01000000 [0,k] => 01000001 01000011 01000111 01001111 01011111 01111111 01111111 11111111

01000000 [1,k] => 01000010 01000110 01001110 01011110 01111110 01111110 11111110

01000000 [2,k] => 01000100 01001100 01011100 01111100 01111100 11111100

01000000 [3,k] => 01001000 01011000 01111000 01111000 11111000

01000000 [4,k] => 01010000 01110000 01110000 11110000

01000000 [5,k] => 01100000 01100000 11100000

01000000 [6,k] => 01000000 11000000

01000000 [7,k] => 11000000

Pretty, no? :D Do you see the patterns?

So we have a field of bit flags. We want to "set" a range of bits in this field. Instead of the, in hindsight, attrocious switch that does the job, let's get a .. bit lower level. To this end it helps to look at bitwise patterns and I'm afraid it's going to be a bit hard to explain. I am however going to skip the primer on binary. There's plenty of primers out there. Don't worry, I'll wait.

In a nutshell what we'll do is create a range of ones and shift those to the left and merge them with the input. The examples below will be in 8bit (for brievety) which in actuallity we'll scale up to 32bit.

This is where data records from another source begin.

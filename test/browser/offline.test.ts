import type { Browser } from "playwright-core";
import { afterAll, beforeAll, describe, expect, it } from "vitest";
import { freshPage, goTo, type Served, servePage, startBrowser } from "../support/browser.ts";

let served: Served;
let browser: Browser;

beforeAll(async () => {
  served = await servePage(4330);
  browser = await startBrowser();
});
afterAll(async () => {
  await browser?.close();
  await served?.stop();
});

describe("offline", () => {
  it("works with the server stopped once it says ready, and asks for nothing more", async () => {
    const { page, heard } = await freshPage(browser, served.url);
    await page.getByText("ready offline").waitFor({ timeout: 30_000 });
    const later: string[] = [];
    page.context().on("request", (request) => {
      if (request.serviceWorker() !== null) later.push(request.url());
    });
    for (const screen of ["Size", "Prove", "Build", "Ask"]) {
      await goTo(page, screen);
      await page.waitForTimeout(500);
    }
    expect(later).toEqual([]);
    await served.stop();
    await page.reload();
    await page.locator(".in-short dd").first().waitFor();
    await goTo(page, "Prove");
    await page.getByText("frequency response").first().waitFor();
    expect(await page.locator(".in-short").innerText()).toMatch(/1000/);
    expect(heard.complaints).toEqual([]);
    await page.context().close();
  });
});
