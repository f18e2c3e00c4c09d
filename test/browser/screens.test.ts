import { readFileSync } from "node:fs";
import { createRequire } from "node:module";
import type { Browser, Page } from "playwright-core";
import { afterAll, beforeAll, describe, expect, it } from "vitest";
import { type DividerDocument, partsList, partsListCsv, takeCandidate } from "../../src/solver/index.ts";
import { size } from "../../src/solver/sizing/size.ts";
import { freshPage, goTo, type Heard, type Served, servePage, settled, startBrowser } from "../support/browser.ts";

let served: Served;
let browser: Browser;
let page: Page;
let heard: Heard;
const axe = readFileSync(createRequire(import.meta.url).resolve("axe-core/axe.min.js"), "utf8");
const example: DividerDocument = JSON.parse(
  readFileSync(new URL("../../demo/dc-supply-into-meter.json", import.meta.url), "utf8"),
);

beforeAll(async () => {
  served = await servePage(4330);
  browser = await startBrowser();
  ({ page, heard } = await freshPage(browser, served.url));
});
afterAll(async () => {
  await browser?.close();
  await served?.stop();
});

/** Presses a button that hands over a file and reads its bytes. */
async function downloaded(name: string, nth = 0): Promise<{ readonly file: string; readonly text: string }> {
  const waiting = page.waitForEvent("download");
  await page.getByRole("button", { name, exact: true }).nth(nth).click();
  const download = await waiting;
  return { file: download.suggestedFilename(), text: readFileSync(await download.path(), "utf8") };
}

/** What axe finds on the page as it stands, with everything unfolded. */
async function violations(): Promise<readonly string[]> {
  await page.evaluate(() => {
    for (const details of document.querySelectorAll("details")) details.open = true;
  });
  await page.evaluate(axe);
  return page.evaluate(async () => {
    const runner = (globalThis as unknown as { axe: { run: () => Promise<{ violations: { id: string }[] }> } }).axe;
    return (await runner.run()).violations.map((each) => each.id);
  });
}

const traces = () =>
  page.locator(".recharts-line-curve").evaluateAll((all) => all.map((path) => path.getAttribute("d")));

describe("Size", () => {
  it("shows window and candidates, and takes the one picked", async () => {
    await goTo(page, "Size");
    await page.getByRole("heading", { name: "resistance window" }).waitFor();
    await page.getByRole("button", { name: "take candidate 2", exact: true }).click();
    await settled(page);
    const chosen = page.locator("tr.chosen").first();
    await expect.poll(() => chosen.locator("td").nth(1).textContent()).toBe("2");
    const found = size(example, { top: 60 });
    const picked = found.ok ? found.value.candidates[1] : undefined;
    expect(await chosen.textContent()).toContain(picked?.familyName);
    expect(await page.getByText("The design is kept as picked (candidate 2 of").count()).toBe(1);
  });

  it("opens the why of a bound in place", async () => {
    await page.locator(".window-grid .number-button").first().click();
    await page.getByRole("region", { name: "why this number" }).waitFor();
    await page.keyboard.press("Escape");
  });

  it("sorts by a column from the keyboard", async () => {
    await page.getByRole("button", { name: "length", exact: true }).focus();
    await page.keyboard.press("Enter");
    expect(await page.locator('th[aria-sort="ascending"]').textContent()).toMatch(/^length/);
  });

  it("has nothing that axe objects to", async () => {
    expect(await violations()).toEqual([]);
  });
});

describe("Prove", () => {
  it("draws both traces of the frequency response once in view", async () => {
    await goTo(page, "Prove");
    await page.getByRole("heading", { name: "frequency response" }).scrollIntoViewIfNeeded();
    await expect.poll(async () => (await traces()).filter((d) => d?.startsWith("M")).length).toBeGreaterThanOrEqual(2);
  });

  it("reads values under a cursor moved by keyboard", async () => {
    const cursor = page.getByRole("slider", { name: /frequency response/ });
    await cursor.focus();
    await page.keyboard.press("Home");
    expect(await cursor.getAttribute("aria-valuetext")).toMatch(/Hz: .*dB/);
    const first = await cursor.getAttribute("aria-valuetext");
    await page.keyboard.press("ArrowRight");
    expect(await cursor.getAttribute("aria-valuetext")).not.toBe(first);
  });

  it("opens the table behind a picture", async () => {
    await page.getByText("table: frequency response").click();
    await page.getByRole("columnheader", { name: "magnitude / dB" }).waitFor();
  });

  it("hands over a drawing that stands alone, and its data in base units", async () => {
    const drawing = await downloaded("drawing, SVG");
    expect(drawing.file).toBe("frequency-response.svg");
    expect(drawing.text).toMatch(/^<svg xmlns="http:\/\/www.w3.org\/2000\/svg"/);
    expect(drawing.text).not.toMatch(/var\(|class=/);
    expect(drawing.text).toContain("magnitude / dB");
    const data = await downloaded("data, CSV");
    expect(data.text).toMatch(/^frequency_Hz,magnitude_dB,deviation_percent,phase_deg,inputImpedance_ohm\r\n/);
    expect(data.text).not.toMatch(/\de[+-]\d/);
  });

  it("has nothing that axe objects to, light and dark", async () => {
    expect(await violations()).toEqual([]);
    await page.emulateMedia({ colorScheme: "dark" });
    expect(await violations()).toEqual([]);
    await page.emulateMedia({ colorScheme: "light" });
  });
});

describe("Build", () => {
  it("hands over the parts list of the picked design, byte for byte", async () => {
    await goTo(page, "Build");
    const found = size(example, { top: 60 });
    if (!found.ok) throw new Error(found.error.why);
    const list = partsList(takeCandidate(example, found.value.candidates[1]!));
    if (!list.ok) throw new Error(list.error.why);
    const data = await downloaded("CSV, data");
    expect(data.text).toBe(partsListCsv(list.value, "data"));
    expect(data.file).toMatch(/-parts\.csv$/);
    const sheet = await downloaded("CSV, spreadsheet");
    expect(sheet.text).toBe(partsListCsv(list.value, "spreadsheet"));
  });

  it("stands under its cautions", async () => {
    expect(await page.getByRole("region", { name: "cautions" }).textContent()).toContain("zero reading");
  });

  it("has nothing that axe objects to", async () => {
    expect(await violations()).toEqual([]);
  });
});

describe("the three", () => {
  it("fit a tablet without scrolling sideways", async () => {
    await page.setViewportSize({ width: 820, height: 1180 });
    for (const screen of ["Size", "Prove", "Build"]) {
      await goTo(page, screen);
      const over = await page.evaluate(
        () => document.documentElement.scrollWidth - document.documentElement.clientWidth,
      );
      expect(over, screen).toBeLessThanOrEqual(0);
    }
  });

  it("print every chart, also those out of view", async () => {
    await page.setViewportSize({ width: 1440, height: 900 });
    await goTo(page, "Prove");
    await page.getByRole("heading", { name: "frequency response" }).waitFor();
    await page.evaluate(() => window.dispatchEvent(new Event("beforeprint")));
    await expect.poll(() => page.locator(".recharts-surface").count()).toBe(6);
    await page.evaluate(() => window.dispatchEvent(new Event("afterprint")));
  });

  it("complain of nothing and ask nobody else", () => {
    expect(heard.complaints).toEqual([]);
    expect(heard.strangers).toEqual([]);
  });
});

First, create a number that in binary has all zeroes except for a

`1`

. One of the binary operators that are available to us allow us to "move" a `1`

some places to the left (and another operator can move them to the right). This is called a "shift". It will do this for all bits but if you only have one `1`

then obvious that's the only thing that moves. Note that the decimal number `1`

represents the 8bit binary value `00000001`

. By applying "left shift", or `1 << 3`

we would move the `1`

exactly `3`

places to the left, ending up with `00001000`

, which in decimal is `8`

.In JS you can do

`num.toString(2)`

to get a binary representation of your number, but note that this will trunc all zeroes on the left side. This may look a little confusing at first.If we take that and subtract

`1`

from it, all the zeroes to the right "of the right-most 1" will become `1`

and the original `1`

becomes a `0`

: `8 - 1 = 7`

or `00001000 - 00000001 = 00000111`

. So now we have a number which in binary has `3`

ones and all zeroes otherwise. If this were a bitwise domain then it would represent the numbers `[0, 2]`

because the first, second, and third flag are "set" (`1`

).As I said before, the bitwise shift actually shifts

`7 << 2 = 28`

, or in binary `00000111 << 00000010 = 00011100`

. Look, it makes so much more sense in binary representation than in decimal or hex. Now we can see that `00011100`

represents a domain with `[2, 4]`

because the third, fourth, and fifth bit are set. Not so obvious from the number `28`

, even though that's what it is.To add this new domain to the input domain we can simply "or" them, with the

`|`

bitwise operator. This operation basically takes two numbers and compares each bit at the same index. If either of the two bits is set it will set the result bit and otherwise it will unset the result bit. `result = domain | newDomain`

.Okay, back to our 32bit reality and our example. It works the same way only with more bits to manipulate. We had an input domain

`[[0, 10], [20, 30]]`

and wanted to add the range `[15, 18]`

to it. In binary these domains are `1111111111100000000011111111111`

and `0000000000001111000000000000000`

, although we'd be getting the latter as actual ranges (`15, 18`

.Code:

`// input: 1111111111100000000011111111111 = [[0, 10], [20, 30]]`

// generate the hi-lo ones

let newDomain = 1 << (1 + 18 - 15); // binary: 0000000000000000000000000010000

newDomain -= 1; // binary: 0000000000000000000000000001111

newDomain <<= 15; // binary: 0000000000001111000000000000000

// note:

// input: 1111111111100000000011111111111

// range: 0000000000001111000000000000000

// merge them! :)

domain |= newDomain;

// -> 1111111111101111000011111111111

And that's how you do that. So this super long switch, or super hot loop, can be turned into a fairly simple line of code:

`return input | (((1 << (1 + hi - lo)) - 1) << lo);`

Funny how stuff works when you think a little outside the box. The binary stuff on its own has nothing to do with domains or what's semantically going on. Yet it does the job far more efficient than any semantic code could do.

Ah well. Hope you enjoyed it :) Sorry if it bored you.